Instructions to follow: From the listing below, how many lines hold the word "DeviationCause"? Write only the number.
- Opening Delimiter -
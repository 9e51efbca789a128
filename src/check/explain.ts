import { findPhotonBeam } from '../beamdata/index.js';
import {
  type BeamCheck,
  type CheckedBeam,
  type DoseGrid,
  type DeviationCause,
  type Explanation,
  type MachineModel,
  MM_PER_CM,
  type PhotonBeamModel,
} from '../model/index.js';
import { doseAtPointGy } from '../geometry/index.js';
import { projectFieldCm, tprAt } from '../physics/index.js';

/** Causes smaller than this (percent of dose) are noise, not said. */
const NOISE_PERCENT = 0.1;
/** A typing slip is recognised when the MU ratio matches it within this (relative). */
const SLIP_MATCH = 0.002;

/**
 * Why a beam's independent dose may differ from the planning system's, with numbers: each cause is
 * the dose ratio it alone would make (ours over what ours would be with the planning system's
 * quantity), so causes multiply, and in percent they add up with the residual to the deviation.
 * Physical causes first (the planning system's stated depth and equivalent depth against ours, or
 * the CT's SSD against the plan's); then, for what is left, an MU as typed when the plan's other
 * beams agree. For beams not within tolerance, or every beam on request.
 */
export function explainBeams(beams: readonly BeamCheck[], machine: MachineModel, all = false, grids: readonly DoseGrid[] = []): BeamCheck[] {
  const checked = beams.filter((b): b is CheckedBeam => b.status === 'checked');
  return beams.map((b) => {
    if (b.status !== 'checked' || (b.verdict === 'within tolerance' && !all) || b.calculation.doseDeviationPercent === undefined) return b;
    const others = checked.filter((o) => o !== b && o.calculation.doseDeviationPercent !== undefined && o.verdict === 'within tolerance');
    const grid =
      grids.find((g) => g.summationType === 'BEAM' && g.referencedBeamNumber === b.beamNumber) ?? grids.find((g) => g.summationType !== 'BEAM');
    return { ...b, explanation: explainBeam(b, others, machine, grid) };
  });
}

function explainBeam(b: CheckedBeam, others: readonly CheckedBeam[], machine: MachineModel, grid: DoseGrid | undefined): Explanation {
  const deviationPercent = b.calculation.doseDeviationPercent!;
  const data = b.radiationType === 'PHOTON' && !b.calculation.modulated ? photonData(b, machine) : undefined;
  const f = data ? depthDose(b, data, machine.sadCm) : undefined;
  const physical = f ? [depthCause(b, f), heterogeneityCause(b, f), ssdCause(b, f)] : [];
  const causes = physical.filter((c): c is DeviationCause => !!c && Math.abs(c.contributionPercent) >= NOISE_PERCENT);
  const gradient = grid ? gradientCause(b, grid, residual(deviationPercent, causes)) : undefined;
  if (gradient) causes.push(gradient);
  const leaves = transmissionCause(b, residual(deviationPercent, causes));
  if (leaves) causes.push(leaves);
  const left = residual(deviationPercent, causes);
  const mu = muCause(b, left, others);
  if (mu) causes.push(mu);
  causes.sort((x, y) => Math.abs(y.contributionPercent) - Math.abs(x.contributionPercent));
  const residualPercent = residual(deviationPercent, causes);
  const largest = Math.max(0, ...causes.map((c) => Math.abs(c.contributionPercent)));
  // Said only when what is left matters: beyond noise and beyond every known cause.
  return { deviationPercent, causes, residualPercent, unexplained: Math.abs(residualPercent) > Math.max(largest, 0.5) };
}

/** The shift a point's position may carry between two systems (mm; common practice, no source: a voxel, a rounding of coordinates). */
const SHIFT_MM = 2;

/**
 * The point in a dose gradient, from the planning system's RT Dose: the largest change of its dose
 * for a 2 mm shift along x, y or z. A possible cause, as large as that change at most, and never
 * more than what is left to explain (with its sign).
 */
function gradientCause(b: CheckedBeam, grid: DoseGrid, leftPercent: number): DeviationCause | undefined {
  const p = b.point.patientMm;
  const here = doseAtPointGy(grid, p);
  if (here === undefined || !(here > 0)) return undefined;
  let change = 0;
  for (let axis = 0; axis < 3; axis++)
    for (const s of [-SHIFT_MM, SHIFT_MM]) {
      const q = [p[0], p[1], p[2]] as [number, number, number];
      q[axis] = q[axis]! + s;
      const there = doseAtPointGy(grid, q);
      if (there !== undefined) change = Math.max(change, Math.abs(100 * (there / here - 1)));
    }
  const contribution = Math.sign(leftPercent) * Math.min(change, Math.abs(leftPercent));
  if (Math.abs(contribution) < NOISE_PERCENT) return undefined;
  return {
    code: 'gradient',
    contributionPercent: contribution,
    confidence: 'possible',
    evidence: { percentPerMm: change / SHIFT_MM, changeFor2MmPercent: change, grid: grid.summationType },
  };
}

/** The leaf transmission a planning system may model differently (common practice, no source: ±20 %). */
const TRANSMISSION_SPREAD = 0.2;

/**
 * A modulated beam whose point lies under the leaves for part of its MU: the primary it receives
 * then comes through the leaves, so a leaf transmission 20 % different in the planning system moves
 * that part by 20 %. A possible cause, at most what is left to explain.
 */
function transmissionCause(b: CheckedBeam, leftPercent: number): DeviationCause | undefined {
  const m = b.calculation.modulated;
  const rows = m?.segmentRows;
  if (!rows?.length || !(m!.pointCoveredMuPercent > 0)) return undefined;
  const total = rows.reduce((s, r) => s + r.doseCGy, 0);
  const throughLeaves = rows
    .filter((r) => r.primaryFluence < 1 && r.scatterSpTpr !== undefined && r.spTpr > 0)
    .reduce((s, r) => s + r.doseCGy * (1 - r.scatterSpTpr! / r.spTpr), 0);
  const sensitivity = (100 * TRANSMISSION_SPREAD * throughLeaves) / total;
  const contribution = Math.sign(leftPercent) * Math.min(sensitivity, Math.abs(leftPercent));
  if (!(Math.abs(contribution) >= NOISE_PERCENT)) return undefined;
  return {
    code: 'leaf-transmission',
    contributionPercent: contribution,
    confidence: 'possible',
    evidence: { coveredMuPercent: m!.pointCoveredMuPercent, throughLeavesPercent: (100 * throughLeaves) / total, sensitivityPercent: sensitivity },
  };
}

/** What is left of the deviation once the causes' ratios are divided out (percent). */
function residual(deviationPercent: number, causes: readonly DeviationCause[]): number {
  const explained = causes.reduce((p, c) => p * (1 + c.contributionPercent / 100), 1);
  return 100 * ((1 + deviationPercent / 100) / explained - 1);
}

function photonData(b: CheckedBeam, machine: MachineModel): PhotonBeamModel | undefined {
  if (b.nominalEnergy === undefined) return undefined;
  const found = findPhotonBeam(machine, b.nominalEnergy);
  return found.ok ? found.value : undefined;
}

/**
 * The dose at depth d relative to another depth for this beam's field: TPR at the field's side at
 * that depth, and for an SSD setup (the surface fixed, the point moving) the inverse square as well.
 */
function depthDose(b: CheckedBeam, data: PhotonBeamModel, sadCm: number): (depthCm: number) => number {
  const c = b.calculation;
  return (d) => {
    const side = projectFieldCm(c.irradiatedSquareCm, sadCm, c.ssdCm + d);
    const isf = c.setup === 'SSD' ? 1 / (c.ssdCm + d) ** 2 : 1;
    return tprAt(data, d, side, []) * isf;
  };
}

/** Our depth against the planning system's stated Beam Dose Point Depth (both along the ray to the point). */
function depthCause(b: CheckedBeam, f: (depthCm: number) => number): DeviationCause | undefined {
  const t = b.calculation.planningSystemDepths;
  if (t?.depthMm === undefined || t.depthDifferenceMm === undefined) return undefined;
  const theirsCm = t.depthMm / MM_PER_CM;
  const oursCm = theirsCm + t.depthDifferenceMm / MM_PER_CM;
  const ratio = f(oursCm) / f(theirsCm);
  if (!Number.isFinite(ratio)) return undefined;
  return {
    code: 'depth',
    contributionPercent: 100 * (ratio - 1),
    confidence: 'measured',
    evidence: { oursCm, planningSystemCm: theirsCm, differenceCm: oursCm - theirsCm },
  };
}

/**
 * The heterogeneity correction each side made: the planning system's from its Equivalent Depth
 * beside its depth, ours from the CT's radiological depth (none without the CT).
 */
function heterogeneityCause(b: CheckedBeam, f: (depthCm: number) => number): DeviationCause | undefined {
  const t = b.calculation.planningSystemDepths;
  if (t?.depthMm === undefined || t.equivalentDepthMm === undefined) return undefined;
  const theirs = f(t.equivalentDepthMm / MM_PER_CM) / f(t.depthMm / MM_PER_CM);
  const ct = b.calculation.ct;
  const ours = ct ? ct.correctionFactor : 1;
  const ratio = ours / theirs;
  if (!Number.isFinite(ratio)) return undefined;
  return {
    code: 'heterogeneity',
    contributionPercent: 100 * (ratio - 1),
    confidence: 'measured',
    evidence: {
      planningSystemEquivalentDepthCm: t.equivalentDepthMm / MM_PER_CM,
      planningSystemDepthCm: t.depthMm / MM_PER_CM,
      planningSystemCorrection: theirs,
      ourCorrection: ours,
      ours: ct ? 'the CT' : 'none (no CT)',
    },
  };
}

/** With the CT and no stated depth: the plan's SSD would put the point deeper or shallower than the CT does. */
function ssdCause(b: CheckedBeam, f: (depthCm: number) => number): DeviationCause | undefined {
  const ct = b.calculation.ct;
  if (!ct || ct.ssdDifferenceMm === undefined || b.calculation.planningSystemDepths?.depthMm !== undefined) return undefined;
  const oursCm = b.calculation.depthCm;
  const planCm = oursCm + ct.ssdDifferenceMm / MM_PER_CM;
  const ratio = f(oursCm) / f(planCm);
  if (!Number.isFinite(ratio) || planCm < 0) return undefined;
  return {
    code: 'ssd-ct-vs-plan',
    contributionPercent: 100 * (ratio - 1),
    confidence: 'estimated',
    evidence: {
      ctSsdCm: (ct.ssdAlongAxisMm ?? 0) / MM_PER_CM,
      planSsdCm: (ct.planSsdMm ?? 0) / MM_PER_CM,
      depthCm: oursCm,
      depthByPlanSsdCm: planCm,
    },
  };
}

/**
 * What is left beyond the tolerance, when the plan's other beams agree: the beam's MU as typed?
 * Named as a slip (×10, two digits swapped, a 1 for a 7) when the planned MU matches one.
 */
function muCause(b: CheckedBeam, leftPercent: number, others: readonly CheckedBeam[]): DeviationCause | undefined {
  if (!others.length || Math.abs(leftPercent) <= b.tolerancePercent || b.plannedMu === undefined) return undefined;
  const othersMean = others.reduce((s, o) => s + o.calculation.doseDeviationPercent!, 0) / others.length;
  const ratio = (1 + leftPercent / 100) / (1 + othersMean / 100);
  const intendedMu = b.plannedMu / ratio;
  const slip = typingSlip(b.plannedMu, ratio);
  return {
    code: 'mu-as-typed',
    contributionPercent: 100 * (ratio - 1),
    confidence: slip ? 'estimated' : 'possible',
    evidence: { plannedMu: b.plannedMu, muAtTheOtherBeamsAgreement: intendedMu, othersMeanDeviationPercent: othersMean, ...(slip ? { slip } : {}) },
  };
}

/** A typing slip that turns some intended MU into the planned one with this ratio, if any. */
export function typingSlip(plannedMu: number, ratio: number): string | undefined {
  const near = (intended: number) => intended > 0 && Math.abs(plannedMu / intended / ratio - 1) < SLIP_MATCH;
  if (near(plannedMu / 10)) return 'a digit too many (×10)';
  if (near(plannedMu * 10)) return 'a digit too few (÷10)';
  const text = plannedMu.toFixed(1);
  for (let i = 0; i + 1 < text.length; i++) {
    if (text[i] === '.' || text[i + 1] === '.') continue;
    const swapped = `${text.slice(0, i)}${text[i + 1]}${text[i]}${text.slice(i + 2)}`;
    if (swapped !== text && near(Number(swapped))) return `two digits swapped (${swapped} typed as ${text})`;
  }
  for (const [from, to] of [
    ['7', '1'],
    ['1', '7'],
  ] as const) {
    for (let i = 0; i < text.length; i++) {
      if (text[i] !== from) continue;
      const other = `${text.slice(0, i)}${to}${text.slice(i + 1)}`;
      if (near(Number(other))) return `a ${from} typed for a ${to} (${other} typed as ${text})`;
    }
  }
  return undefined;
}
- Closing Delimiter -
Response area: 9